Le studieux élève ne méritait pas d'être recollé. Sévère, mais la loi du plus
fort.
Coup de dés Ladislas Lozano
et sa troupe, guerriers comme il se doit, a fortiori dans un match à élimination
directe, avaient pourtant bien préparé leur affaire. A un détail près. Il a fait
foi. Les Marnais ont manqué de lucidité devant la cage quand le onze des Alpes-Maritimes
fut diabolique de réalisme. La différence entre un promu en L2 et un briscard
de la L1 ! « Nous avons eu les occasions pour aller au bout »,
confessait le coach « déçu mais les joueurs ont fait honneur au maillot. » L'entraîneur
faisait allusion aux tirs de Blayac (80e) ou de Dossevi (90e+2 et 107e).
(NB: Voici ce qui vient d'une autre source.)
: >"$T/plain-file"
$MPIRUN -np 3 "$M/vibrogate" sweep $CFG --out "$T/plain-file/sub" 2>"$T/mpi.err"
rs=$?
n=$(grep -c '^vibrogate: ' "$T/mpi.err")
check "3 ranks, output directory rank 0 cannot create: exit 4, reported once" \
    "$([ "$rs" -eq 4 ] && [ "$n" -eq 1 ]; echo $?)" "exit $rs, $n lines: $(head -c 300 "$T/mpi.err")"
grep -q "^vibrogate: cannot create output directory '$T/plain-file/sub'" "$T/mpi.err"
check "3 ranks, output directory error names the directory" $? "$(head -c 300 "$T/mpi.err")"

$MPIRUN -np 3 "$M/vibrogate" sweep "$T/missing.ini" 2>"$T/mpi.err"
rs=$?
n=$(grep -c '^vibrogate: ' "$T/mpi.err")
check "3 ranks, missing config: exit 3, reported once" \
    "$([ "$rs" -eq 3 ] && [ "$n" -eq 1 ]; echo $?)" "exit $rs, $n lines: $(head -c 300 "$T/mpi.err")"

# A grid of about 20 s of one thread (590000 points, many channels each),
# on 2 ranks of 1 thread, stopped by SIGTERM after 1 s.  mpirun passes the
# signal on to every rank; rank 0 decides to stop between chunks (small
# ones: mpirun kills ranks still running 1 s later) and no output file
# takes its final name, nor is a writer's temporary file left.  Not under
# timeout(1), which adds signals of its own; a loop of at most 120 s
# instead.
STOP_ARGS="--out $T/stop --threads 1 --chunk 2000"
stop_run() { # launcher, extra options
    # shellcheck disable=SC2086
    $1 sweep $CFG $STOP_ARGS \
        --set 'parameters.gap=-3000 .. 3000 meV, 2500 points' --set 'parameters.huang_rhys=50' \
        --set 'parameters.mode=1, 1.5 meV' --set 'parameters.temperature=5000 K' \
        --set 'output.figures=none' --set 'output.metrics=log10_ratio' $2
}
mkdir "$T/stop"
# exec: the background job is mpirun itself, so that the signal goes to it
stop_run "exec mpirun --oversubscribe -np 2 $M/vibrogate" "" 2>"$T/mpi.err" &
pid=$!
sleep 1
kill -TERM "$pid"
n=0
while kill -0 "$pid" 2>/dev/null && [ "$n" -lt 120 ]; do sleep 1; n=$((n + 1)); done
kill -KILL "$pid" 2>/dev/null
wait "$pid"
rs=$?
n=$(grep -c '^vibrogate: .*interrupted after [0-9]* of 590000 points' "$T/mpi.err")
left=$(ls -A "$T/stop" | grep -v '^\.vibrogate-run$' | tr '\n' ' ')
check "2 ranks, SIGTERM: stopped between chunks, reported once, no output file" \
    "$([ "$rs" -ne 0 ] && [ "$n" -eq 1 ] && [ -z "$left" ]; echo $?)" \
    "exit $rs, $n stop lines, left: '$left': $(head -c 300 "$T/mpi.err")"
Ils ont
fait trembler un Gym où le vaillant capitaine Cobos a colmaté plus d'une brèche. L'OGCN
a su forcer la décision en ne se créant, dans le jeu, qu'une opportunité, à la
3e sur une tête de Bigné. La situation s'est débloquée sur coups de pied arrêtés,
des frappes chirurgicales d'un Dié moins précis dans le jeu en mouvement. La
première était coupée par le crâne de Traoré (53e). La seconde - la même et c'est
source de regrets - ne rencontrait personne sur sa trajectoire sauf la main de
Legrand. Embusqué, Varraut, avec le concours de Cazarelly, retrouvait Ederson
seul à 5,5 m (115e). Arnaud -inspiré par les matches couperet car déjà
buteur à Nancy en Coupe de la Ligue - avait remis une fois les siens en selle
(58e). Mais, après la réalisation du Brésilien, le temps manquait. Pire, dans
une prolongation hachée, il devenait trop long puisque Traoré, après un raid de
Meslin, alourdissait le score (117e). Dommage car « il y avait la place
pour passer », assurait Denis Arnaud qui retenait « les notes d'encouragement ». Le
capitaine savait que ses équipiers ont ramené de la Côte-d'Azur des certitudes.
Le verdict est lourd, et sans appel en Coupe, mais les Stadistes ont développé
des arguments. Ils ont défendu bec et ongles devant des Aiglons gênés par leur
organisation.
Positiver Ladislas
Lozano avait prévu ce schéma défensif. Une L2 ne se présente pas chez une L1 la
fleur au fusil. Elle s'attend à subir et le Stade l'a fait avec intelligence.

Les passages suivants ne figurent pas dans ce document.